Vgl. OVG NRW, Beschlüsse vom 28. Mai 2025 ‑ 19 B 153/25 ‑ juris Rn. 8, vom 14. Oktober 2022 ‑ 19 A 339/22 ‑ juris Rn. 14, vom 23. Juli 2019 ‑ 14 A 354/19 ‑ juris Rn. 10; Jeremias in: Fischer/Jeremias/ Dietrich, Prüfungsrecht, 8. Auflage 2022, Rn. 338 ff.

22

Dabei kann sich die Befangenheit von Prüfern auch aus der Art und Weise ihres Umgangs mit eigenen Fehlern bei späteren Nachkorrekturen ergeben. Eine Befan­genheit kann nicht nur vorliegen, wenn sich die Prüfer von vornherein darauf festge­legt haben, ihre Benotung nicht zu ändern, sondern auch dann, wenn es ihnen an der Fähigkeit gebricht, eigene Fehler zu erkennen und einzuräumen, oder auch nur, diese mit dem ihnen objektiv gebührenden Gewicht zu bereinigen.

23

Vgl. BVerwG, Urteil vom 4. Mai 1999 ‑ 6 C 13.98 ‑ juris Rn. 58.

24

Dies vorausgesetzt hat der Antragsteller keine tatsächlichen Umstände vorgebracht, die gemessen an den dargestellten Anforderungen die Besorgnis der Befangenheit der Prüfungskommission begründen könnten.
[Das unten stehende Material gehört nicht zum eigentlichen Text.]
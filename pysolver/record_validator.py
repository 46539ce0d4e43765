"""Generated from record.schema.json by fastjsonschema and tools/record_validator.py. Do not edit."""


class JsonSchemaValueException(ValueError):
    """What a document breaks; here so that fastjsonschema itself need not travel to a phone."""

    def __init__(self, message):
        super().__init__(message)
        self.message = message


VERSION = "2.22.3"
from decimal import Decimal
import re


REGEX_PATTERNS = {
    '^[A-Za-z0-9_.:-]+$': re.compile('^[A-Za-z0-9_.:-]+\\Z'),
    '^\\d{4}-\\d\\d-\\d\\dT\\d\\d:\\d\\d(:\\d\\d(\\.\\d+)?)?(Z|[+-]\\d\\d:\\d\\d)?$': re.compile('^\\d{4}-\\d\\d-\\d\\dT\\d\\d:\\d\\d(:\\d\\d(\\.\\d+)?)?(Z|[+-]\\d\\d:\\d\\d)?\\Z'),
    '^[0-9a-f]{64}$': re.compile('^[0-9a-f]{64}\\Z')
}

NoneType = type(None)
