@pytest.mark.parametrize(
    ("dimension", "si", "metric", "us"),
    [
        ("length", 5.62, "5.62 m", "18' 5 1/4\""),
        ("length", 5.6234, "5.623 m", "18' 5 3/8\""),
        ("length", 0.3048, "0.305 m", "1' 0\""),
        ("length", 0.1143, "0.114 m", '4 1/2"'),
        ("length", 0.0, "0 m", '0"'),
        ("small_length", 0.0123456, "12.3 mm", "0.486 in"),
        ("small_length", 1.0163, "1016 mm", "40.0 in"),
        ("force", 12000.0, "12.0 kN", "2.70 kip"),
        ("force", -1112.0554, "-1.11 kN", "-250 lb"),
        ("line_load", 3648.4757, "3.65 kN/m", "250 plf"),
        ("area_load", 4788.0259, "4.79 kN/m²", "100 psf"),
        ("moment", 30000.0, "30.0 kN·m", "22.1 kip·ft"),
        ("moment", 99960.0, "100 kN·m", "73.7 kip·ft"),
        ("moment", 1e-12, "0 kN·m", "0 kip·ft"),
        ("bending_stiffness", 2.05e7, "20500 kN·m²", "49600 kip·ft²"),
        ("spring", 5e6, "5000 kN/m", "28.6 kip/in"),
        ("number", 1.35, "1.35", "1.35"),
    ],
)
def test_three_figures_are_shown_in_either_system(dimension: str, si: float, metric: str, us: str) -> None:
    assert (units.show(dimension, si), units.show(dimension, si, "us")) == (metric, us)
    assert (units.also(dimension, si), units.also(dimension, si, "us")) == (us, metric)


INCH = 0.0254
SYSTEMS = st.sampled_from(["metric", "us"])
WITH_ROOM = st.sampled_from(["force", "moment", "line_load", "length", "small_length"])


@given(st.sampled_from([name for name in DIMENSIONS if name != "number"]), st.floats(1e-2, 0.99), SYSTEMS)
def test_what_is_shown_reads_back_within_its_rounding(dimension: str, part: float, system: units.System) -> None:
    si = part * float(units.DIMENSIONS[dimension].cap)
    assert value(dimension, units.show(dimension, si, system)) == pytest.approx(si, rel=5.1e-3, abs=INCH / 32)


@given(WITH_ROOM, st.floats(0, 9.9), SYSTEMS)
def test_room_shown_is_never_more_than_there_is(dimension: str, si: float, system: units.System) -> None:
    shown = units.show_room(dimension, si, system)
    assert value(dimension, shown) <= si * (1 + 1e-11)
    assert value(dimension, shown) >= si * 0.99 - (INCH / 16 if dimension in ("length", "small_length") else 1.36)


def test_room_is_not_lost_to_the_last_bit_of_a_float() -> None:
    assert units.show_room("force", 11999.999999999998) == "12.0 kN"
    assert units.show_room("force", 12990.0) == "12.9 kN"


@pytest.mark.parametrize(
    ("ratio", "shown"),
    [(0.0, "0.00"), (0.5, "0.50"), (0.851, "0.86"), (0.1 + 0.2, "0.30"), (0.99, "0.99"), (0.9901, "0.991"),
     (0.998, "0.998"), (0.9991, "0.9991"), (0.99995, "just under 1"), (math.nextafter(1, 0), "just under 1"),
     (1.0, "1.00"),
     (math.nextafter(1, 2), "1.001"), (1.0004, "1.001"), (1.0091, "1.01"), (1.011, "1.02"), (12.341, "12.35"),
     (math.inf, "limit is zero")],
)
def test_ratios_round_up_without_crossing_one(ratio: float, shown: str) -> None:
    assert units.show_ratio(ratio) == shown


@given(st.one_of(st.floats(0, 3), st.floats(0.985, 1.015)))
def test_a_ratio_is_shown_on_its_own_side_of_one_and_never_below_itself(ratio: float) -> None:
    shown = units.show_ratio(ratio)
    if shown == "just under 1":
        assert 0.9999 < ratio < 1
        return
    number = float(shown)
    assert (number > 1, number < 1) == (ratio > 1, ratio < 1)
    assert ratio - 1e-11 <= number <= ratio + 0.01 + 1e-11


@given(st.floats(1, 1e6), st.floats(-1e-3, 1e-3), SYSTEMS)
def test_an_effect_beside_its_limit_shows_which_is_larger(limit: float, part: float, system: units.System) -> None:
    effect = limit * (1 + part)
    first, second = (value("moment", text) for text in units.show_beside("moment", effect, limit, system))
    if abs(part) > 1e-5:
        assert (first > second) == (effect > limit)
        assert first != second


def test_more_figures_are_shown_where_three_would_look_equal() -> None:
    assert units.show_beside("moment", 30040.0, 30000.0) == ("30.04 kN·m", "30.00 kN·m")
    assert units.show_beside("moment", 28000.0, 30000.0) == ("28.0 kN·m", "30.0 kN·m")


@pytest.mark.parametrize(
    ("dimension", "low", "high", "system", "shown"),
    [("length", 5.615, 5.625, "metric", "5.615 to 5.625 m"), ("length", 1.0, 2.0, "us", "3' 3 5/16\" to 6' 6 3/4\""),
     ("force", 3000.0, 5000.0, "us", "0.674 to 1.13 kip"), ("number", 1.0, 2.0, "us", "1.00 to 2.00"),
     ("force", 3001.0, 3009.0, "metric", "3.00 to 3.01 kN"), ("force", 3000.0, 3000.0, "metric", "3.00 kN")],
)
def test_a_range_shown_holds_the_range_meant(
    dimension: str, low: float, high: float, system: units.System, shown: str
) -> None:
    assert units.show_range(dimension, low, high, system) == shown


@pytest.mark.parametrize("number", [math.nan, math.inf, -math.inf])
def test_a_number_that_is_not_finite_is_never_shown(number: float) -> None:
    with pytest.raises(InternalError):
        units.show("force", number)


@pytest.mark.parametrize("system", ["metric", "us"])
def test_every_unit_on_the_pad_can_be_read(system: units.System) -> None:
    fields = units.field_units(system)
    assert sorted(fields) == DIMENSIONS
    for dimension, field in fields.items():
        assert units.parse(dimension, "5", field["unit"]).value > 0
        for key in field["keys"]:
            assert units.parse(dimension, f"5 {key}").unit == key


def test_an_error_is_given_its_field_once() -> None:
    error = refused("length", "5 kN", "m").at("/spans/0/length")
    assert error.field == error.at("/loads/0").field == "/spans/0/length"
    assert error.moved("/loads/0").field == "/loads/0"
    assert error.message == str(error)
Das Verhalten der Prüfer im Überden­kensverfahren und ihr Umgang mit den Einwendungen des Antragstellers rechtfertigt nicht den Schluss, sie könnten für eine rein an den Leistungen des Antragstellers ausgerichtete Bewertung nicht offen sein. Entgegen dem Vorbringen des Antragstel­lers haben sie weder einer Auseinandersetzung mit seinen Einwendungen verweigert noch sich einer solchen entzogen, sondern zu diesen inhaltlich Stellung genommen. Dass der Antragsteller die Stellungnahme(n) als unzureichend ansieht, ist ‑ auch wenn diese Einschätzung der Rechtsauffassung des Senats entspricht ‑ für sich kein Umstand, der objektiv eine Befangenheit der Prüfungskommission begründet.

25

B. Der Antragsteller hat auch einen Anordnungsgrund glaubhaft gemacht. Da er be­reits alle Prüfungsversuche ausgeschöpft hat, müsste er bis zur Entscheidung des Hauptsacheverfahrens abwarten und solange sein Wissen präsent halten. Mit Blick auf die zu erwartende Dauer des Hauptsacheverfahrens ist mit einem Verlust des bislang erworbenen Prüfungswissens und einem Hinausschieben einer etwaigen späteren Berufstätigkeit auf unabsehbare Zeit zu rechnen.

26

Vgl. OVG NRW, Beschlüsse vom 1. Juni 2023 ‑ 14 B 511/23 - juris Rn. 17, vom 22. Juni 2022 ‑ 19 B 233/21 - juris Rn. 15, vom 8. Januar 2010 ‑ 19 B 1004/09 ‑ juris Rn. 8 ff., jeweils m. w. N.

27

Das ist dem Antragsteller nicht zumutbar.

28

Wegen des Erfolgs des Hauptantrags kommt es auf die Hilfsanträge nicht mehr an.

29

Die Kostenentscheidung beruht auf § 154 Abs. 1 VwGO.

30

Die Streitwertfestsetzung beruht auf § 40, § 47 Abs. 1 und 3, § 52 Abs. 1 GKG. Die Bedeutung der den Zugang zum Lehrerberuf eröffnenden Staatsprüfung für den An­tragsteller, auf die es für die Streitwertfestsetzung ankommt, bemisst der Senat An­lehnung an Nr. 36.2 und Nr. 1.5 Satz 1 des Streitwertkatalogs 2025 für die Verwal­tungsgerichtsbarkeit mit der Hälfte des pauschalierten Jahresbetrags des zu erwar­tenden Verdienstes in Höhe von 40.000,00 Euro, also 20.000,00 Euro.

31

Der Beschluss ist unanfechtbar (§ 152 Abs. 1 VwGO, § 66 Abs. 3 Satz 3, § 68 Abs. 1 Satz 5 GKG).